In the future, it will be possible to conduct multi-omic studies with larger cohorts as sequencing technologies provide lower cost and higher throughput solutions. This will generate more insightful data, with enhanced generalization ability and statistical power. Given that, focussing on longitudinal study designs may provide further insights, not only because they would capture temporal changes along with disease prognosis, but also because metagenomic units associated with human genetics might become more detectable.
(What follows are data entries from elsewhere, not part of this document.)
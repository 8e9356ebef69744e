import type { Knex } from 'knex';
import { contextOfUser } from '@/lib/server/user-context';
import { newId } from '@/lib/server/ids';
import { hashPassword } from '@/lib/server/passwords';
import { openSchool } from '@/lib/people/server/open-school';
import { addDays } from '@/lib/time';
import type { Role } from '@/policies/ability';
import type { Trx } from '../connection';
import { insertPerson } from '../people';
import { ensureFeature, insertOpeningSpans, insertRoom, insertSite, insertTravelTime } from '../rooms';
import { insertAvailability, insertEngagement, insertQualification, insertStaffDocument } from '../teachers';
import { insertClosure, insertTerm, type TermRow } from '../terms';
import { transaction } from '../transaction';
import { giveAccount } from './demo-accounts';
import { demoClosures, type demoTerms } from './demo-calendar-plan';
import { layFamilies } from './demo-families';
import { DEMO_PASSWORD, DEMO_TEACHERS } from './demo-people';
import type { DemoRoom, House } from './demo-types';

type Start = Pick<House, 'db' | 'random' | 'now' | 'today' | 'zone'> & { terms: ReturnType<typeof demoTerms> };

const ROOMS = [
  { name: 'Room 1', description: 'grand piano', siteIndex: 0, personLimit: 6, features: ['acoustic_piano', 'grand_piano', 'step_free'] },
  { name: 'Room 2', description: 'upright', siteIndex: 0, personLimit: 4, features: ['acoustic_piano', 'step_free'] },
  { name: 'Room 3', description: 'two uprights', siteIndex: 0, personLimit: 8, features: ['acoustic_piano'] },
  { name: 'Room 4', description: 'digital piano', siteIndex: 0, personLimit: 4, features: ['digital_piano'] },
  { name: 'Studio', description: 'drums, PA', siteIndex: 0, personLimit: 10, features: ['digital_piano', 'drum_kit', 'pa'] },
  { name: 'Hall', description: 'grand, 60 seats', siteIndex: 0, personLimit: 60, features: ['acoustic_piano', 'grand_piano', 'pa', 'step_free'], turnoverMin: 10 },
  { name: 'Loft', description: 'upright', siteIndex: 1, personLimit: 4, features: ['acoustic_piano'] },
  { name: 'Garden Room', description: 'digital pianos', siteIndex: 1, personLimit: 8, features: ['digital_piano', 'step_free'] },
  { name: 'Snug', description: 'digital piano', siteIndex: 1, personLimit: 3, features: ['digital_piano'] },
] as const;

export const TEACHING_HOURS = { weekday: { fromMin: 14 * 60, toMin: 20 * 60 }, weekend: { fromMin: 10 * 60, toMin: 16 * 60 } };
export const hoursOn = (weekday: number) => (weekday >= 6 ? TEACHING_HOURS.weekend : TEACHING_HOURS.weekday);

export async function layHouse(db: Knex, start: Omit<Start, 'db'>): Promise<House> {
  const { now, today, zone, random, terms } = start;
  const beginning = now - 300 * 86_400;
  const school = await openSchool({
    schoolName: 'Saltmarsh Music Rooms', siteName: 'Quay Street', zone, currency: 'EUR', country: 'IE', locale: 'en-IE',
    ownerName: 'Ruth Ames', ownerEmail: 'ruth@saltmarsh.example.org', password: DEMO_PASSWORD,
  }, { db, now: beginning });
  const owner = await contextOfUser(db, school.userId, now);
  if (!owner) throw new Error('the owner of the demo school cannot act');
  const passwordHash = await hashPassword(DEMO_PASSWORD);
  return transaction(db, async (trx) => {
    await trx('school').update({ isDemo: 1, publicEmail: 'office@saltmarsh.example.org', publicPhone: '0155 010 0100', safeguardingContact: 'Ruth Ames, 0155 010 0100' });
    const millId = newId();
    await insertSite(trx, { id: millId, legalEntityId: school.legalEntityId, name: 'Mill Lane', zone, orderNo: 2, colour: 'felt' });
    const siteIds = [school.siteId, millId] as const;
    await layPlaces(trx, siteIds);
    const base = { db, random, now, today, zone, owner, subjectId: school.subjectId, legalEntityId: school.legalEntityId, siteIds, passwordHash };
    const rooms = await layRooms(trx, siteIds);
    const teachers = await layTeachers(trx, base);
    const desk = newId();
    await insertPerson(trx, { id: desk, givenName: 'Pat', familyName: 'Linden', bornOn: '1988-03-09' });
    await giveAccount(trx, { personId: desk, email: 'pat@saltmarsh.example.org', roles: ['desk'], passwordHash });
    const termRows = { last: await layTermRow(trx, terms.last), current: await layTermRow(trx, terms.current), next: await layTermRow(trx, terms.next) };
    const students = await layFamilies(trx, { ...base, teachers });
    return { ...base, rooms, teachers, students, terms: termRows };
  });
}

async function layPlaces(trx: Trx, [quayId, millId]: readonly [string, string]): Promise<void> {
  await insertOpeningSpans(trx, [1, 2, 3, 4, 5, 6].map((weekday) => ({ id: newId(), siteId: millId, weekday, fromMin: 9 * 60, toMin: 21 * 60 })));
  await insertOpeningSpans(trx, [quayId, millId].map((siteId) => ({ id: newId(), siteId, weekday: 7, fromMin: 10 * 60, toMin: 17 * 60 })));
  for (const [fromSiteId, toSiteId] of [[quayId, millId], [millId, quayId]] as const) await insertTravelTime(trx, { fromSiteId, toSiteId, minutes: 20, milesTenths: 23 });
}

async function layRooms(trx: Trx, siteIds: readonly [string, string]): Promise<DemoRoom[]> {
  const rooms: DemoRoom[] = [];
  for (const [orderNo, room] of ROOMS.entries()) {
    const id = newId();
    const featureIds: string[] = [];
    for (const code of room.features) featureIds.push(await ensureFeature(trx, { id: newId(), code, label: code.replace('_', ' ') }));
    const isStepFree = (room.features as readonly string[]).includes('step_free');
    await insertRoom(trx, { id, siteId: siteIds[room.siteIndex], name: room.name, description: room.description, personLimit: room.personLimit, turnoverMin: 'turnoverMin' in room ? room.turnoverMin : 0, orderNo, isStepFree, featureIds });
    rooms.push({ id, name: room.name, siteIndex: room.siteIndex });
  }
  return rooms;
}

async function layTermRow(trx: Trx, term: ReturnType<typeof demoTerms>['last']): Promise<TermRow> {
  const row = { id: newId(), ...term };
  await insertTerm(trx, row);
  for (const { closedOn, reason } of demoClosures(term)) await insertClosure(trx, { id: newId(), closedOn, siteId: null, fromMin: null, toMin: null, kind: 'planned', reason });
  return row;
}

/** Who teaches today whatever the weekday, so that the demo school is always found at work. */
const ALWAYS_TODAY = ['greta', 'ines', 'kwame'];

async function layTeachers(trx: Trx, house: Pick<House, 'today' | 'subjectId' | 'legalEntityId' | 'siteIds' | 'passwordHash'>): Promise<House['teachers']> {
  const weekdayToday = new Date(`${house.today}T12:00:00Z`).getUTCDay() || 7;
  const laid: House['teachers'] = [];
  for (const teacher of DEMO_TEACHERS) {
    const [id, engagementId] = [newId(), newId()];
    const days = ALWAYS_TODAY.includes(teacher.key) ? { [weekdayToday]: 0 as const, ...teacher.days } : teacher.days;
    await insertPerson(trx, { id, givenName: teacher.givenName, familyName: teacher.familyName, bornOn: '1982-06-15' });
    await insertEngagement(trx, { id: engagementId, personId: id, legalEntityId: house.legalEntityId, kind: teacher.kind, startsOn: addDays(house.today, -700), colour: teacher.colour });
    await insertQualification(trx, { id: newId(), personId: id, subjectId: house.subjectId, levelFrom: 1, levelTo: teacher.levelTo, grantedOn: addDays(house.today, -700) });
    await insertStaffDocument(trx, { id: newId(), personId: id, kind: 'background_check', issuedOn: addDays(house.today, -500), expiresOn: addDays(house.today, teacher.key === 'bram' ? 24 : 595) });
    await insertAvailability(trx, Object.entries(days).map(([weekday, siteIndex]) => ({ id: newId(), personId: id, siteId: house.siteIds[siteIndex], weekday: Number(weekday), ...hoursOn(Number(weekday)) })));
    const roles: Role[] = teacher.key === 'kwame' ? ['teacher', 'guardian'] : ['teacher'];
    await giveAccount(trx, { personId: id, email: `${teacher.key}@saltmarsh.example.org`, roles, passwordHash: house.passwordHash, isLead: teacher.key === 'ines' });
    laid.push({ ...teacher, days, id, engagementId });
  }
  return laid;
}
Recent twin studies have reported that the taxa that are controlled by host genetics tend to be temporally more stable taxa that were not associated with host genetics [39]. Consideration of the temporally low-variance metagenomic units could add another dimension to the computational prediction of genome variation–microbiome associations.

Conclusion

Based on the recent literature, it is plausible to infer that the associations between variations in human immune system pathway genes and certain human microbiome taxa might imply the interplay of human genome–microbiome in the pathogenesis of autoimmune diseases. Thus, multi-omic studies, in which the microbiome and the human genome are sequenced jointly, involving autoimmune patients and corresponding healthy cohorts will dramatically improve our understanding of complex diseases. To this end, machine learning-based systems biology may be useful, given that the current metagenomic cohorts, ranging from a few hundred to a few thousand subjects [10], are statistically underpowered to conduct conventional GWAS, which confines the discovery of associations to only highly specific mechanisms.